-- Exercise brief --
Each line below should be restated word for word.

(Stored dataset items)
- Opening Delimiter -

/** A game held against the board: every move of it and of its variations is legal, or the first that is not is named. */
import { type Fault, parseFen, type Position } from '../board';
import { fail, ok, type Result } from '../result';
import { type Step, type StepRefusal, Walk } from '../rules';
import { type PgnGame, type PgnMove } from './pgn';

const FIRST_POSITION = parseFen('rnbqkbnr/pppppppp/8/8/8/8/PPPPPPPP/RNBQKBNR w KQkq - 0 1');

/** Why a game was not kept, and where. */
export interface GameFault {
  /** Number of the game in the text, from 1. */
  readonly game: number;
  /** Line of the text, from 1. */
  readonly line: number;
  /** The move at fault as '12... Nf6'; null where no move is. */
  readonly move: string | null;
  readonly code: string;
  readonly message: string;
}

/** A game whose moves are all legal. */
export interface ReplayedGame {
  readonly game: PgnGame;
  readonly start: Position;
  /** The main line. */
  readonly steps: readonly Step[];
}

/** Most half-moves of a main line that are read. */
export const GAME_PLIES_MAX = 1000;

/** Replays a game, variations too. */
export function replayGame(game: PgnGame): Result<ReplayedGame, GameFault> {
  const { number, fault } = game;
  if (fault) return fail({ game: number, line: fault.line, move: null, code: fault.code, message: fault.message });
  const start = game.tags.FEN === undefined ? FIRST_POSITION : parseFen(game.tags.FEN);
  if (!start.ok) return fail(badStart(game, start.fault[0]));
  if (game.moves.length > GAME_PLIES_MAX) {
    const message = `The game has ${game.moves.length} half-moves; up to ${GAME_PLIES_MAX} are read.`;
    return fail({ game: number, line: game.line, move: null, code: 'game-too-long', message });
  }
  const steps: Step[] = [];
  const bad = walked(new Walk(start.value.position), game.moves, number, steps);
  return bad ? fail(bad) : ok({ game, start: start.value.position, steps });
}

function badStart({ number, line }: PgnGame, fault: Fault): GameFault {
  return { game: number, line, move: null, code: fault.code, message: `The FEN tag cannot be read: ${fault.message}` };
}

/**
 * Walks a line; the first move that cannot be made is the fault. Steps are kept of the main line only; variations may
 * hold moves that pass.
 */
function walked(walk: Walk, moves: readonly PgnMove[], game: number, steps?: Step[]): GameFault | null {
  for (const move of moves) {
    for (const variation of move.variations) {
      const bad = walked(walk.fork(), variation, game);
      if (bad) return bad;
    }
    const { fullmove, side } = walk.turn;
    const step = walk.step(move.text);
    if (typeof step !== 'string') {
      steps?.push(step);
    } else if (steps || !walk.pass(move.text)) {
      const name = `${fullmove}${side === 'white' ? '.' : '...'} ${move.text.slice(0, 20)}`;
      return { game, line: move.line, move: name, code: step, message: REFUSALS[step](name) };
    }
  }
  return null;
}

const REFUSALS: Readonly<Record<StepRefusal, (move: string) => string>> = {
  'unreadable-move': (move) => `"${move}" is not how a move is written.`,
  'illegal-move': (move) => `"${move}" is no legal move there.`,
  'ambiguous-move': (move) => `"${move}" can mean several moves there.`,
  'null-move': (move) => `"${move}" passes, which no move may.`,
};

- Closing Delimiter -

-- Exercise output --
/** A game held against the board: every move of it and of its variations is legal, or the first that is not is named. */
import { type Fault, parseFen, type Position } from '../board';
import { fail, ok, type Result } from '../result';
import { type Step, type StepRefusal, Walk } from '../rules';
import { type PgnGame, type PgnMove } from './pgn';

const FIRST_POSITION = parseFen('rnbqkbnr/pppppppp/8/8/8/8/PPPPPPPP/RNBQKBNR w KQkq - 0 1');

/** Why a game was not kept, and where. */
export interface GameFault {
  /** Number of the game in the text, from 1. */
  readonly game: number;
  /** Line of the text, from 1. */
  readonly line: number;
  /** The move at fault as '12... Nf6'; null where no move is. */
  readonly move: string | null;
  readonly code: string;
  readonly message: string;
}

/** A game whose moves are all legal. */
export interface ReplayedGame {
  readonly game: PgnGame;
  readonly start: Position;
  /** The main line. */
  readonly steps: readonly Step[];
}

/** Most half-moves of a main line that are read. */
export const GAME_PLIES_MAX = 1000;

/** Replays a game, variations too. */
export function replayGame(game: PgnGame): Result<ReplayedGame, GameFault> {
  const { number, fault } = game;
  if (fault) return fail({ game: number, line: fault.line, move: null, code: fault.code, message: fault.message });
  const start = game.tags.FEN === undefined ? FIRST_POSITION : parseFen(game.tags.FEN);
  if (!start.ok) return fail(badStart(game, start.fault[0]));
  if (game.moves.length > GAME_PLIES_MAX) {
    const message = `The game has ${game.moves.length} half-moves; up to ${GAME_PLIES_MAX} are read.`;
    return fail({ game: number, line: game.line, move: null, code: 'game-too-long', message });
  }
  const steps: Step[] = [];
  const bad = walked(new Walk(start.value.position), game.moves, number, steps);
  return bad ? fail(bad) : ok({ game, start: start.value.position, steps });
}

function badStart({ number, line }: PgnGame, fault: Fault): GameFault {
  return { game: number, line, move: null, code: fault.code, message: `The FEN tag cannot be read: ${fault.message}` };
}

/**
 * Walks a line; the first move that cannot be made is the fault. Steps are kept of the main line only; variations may
 * hold moves that pass.
 */
function walked(walk: Walk, moves: readonly PgnMove[], game: number, steps?: Step[]): GameFault | null {
  for (const move of moves) {
    for (const variation of move.variations) {
      const bad = walked(walk.fork(), variation, game);
      if (bad) return bad;
    }
    const { fullmove, side } = walk.turn;
    const step = walk.step(move.text);
    if (typeof step !== 'string') {
      steps?.push(step);
    } else if (steps || !walk.pass(move.text)) {
      const name = `${fullmove}${side === 'white' ? '.' : '...'} ${move.text.slice(0, 20)}`;
      return { game, line: move.line, move: name, code: step, message: REFUSALS[step](name) };
    }
  }
  return null;
}

const REFUSALS: Readonly<Record<StepRefusal, (move: string) => string>> = {
  'unreadable-move': (move) => `"${move}" is not how a move is written.`,
  'illegal-move': (move) => `"${move}" is no legal move there.`,
  'ambiguous-move': (move) => `"${move}" can mean several moves there.`,
  'null-move': (move) => `"${move}" passes, which no move may.`,
};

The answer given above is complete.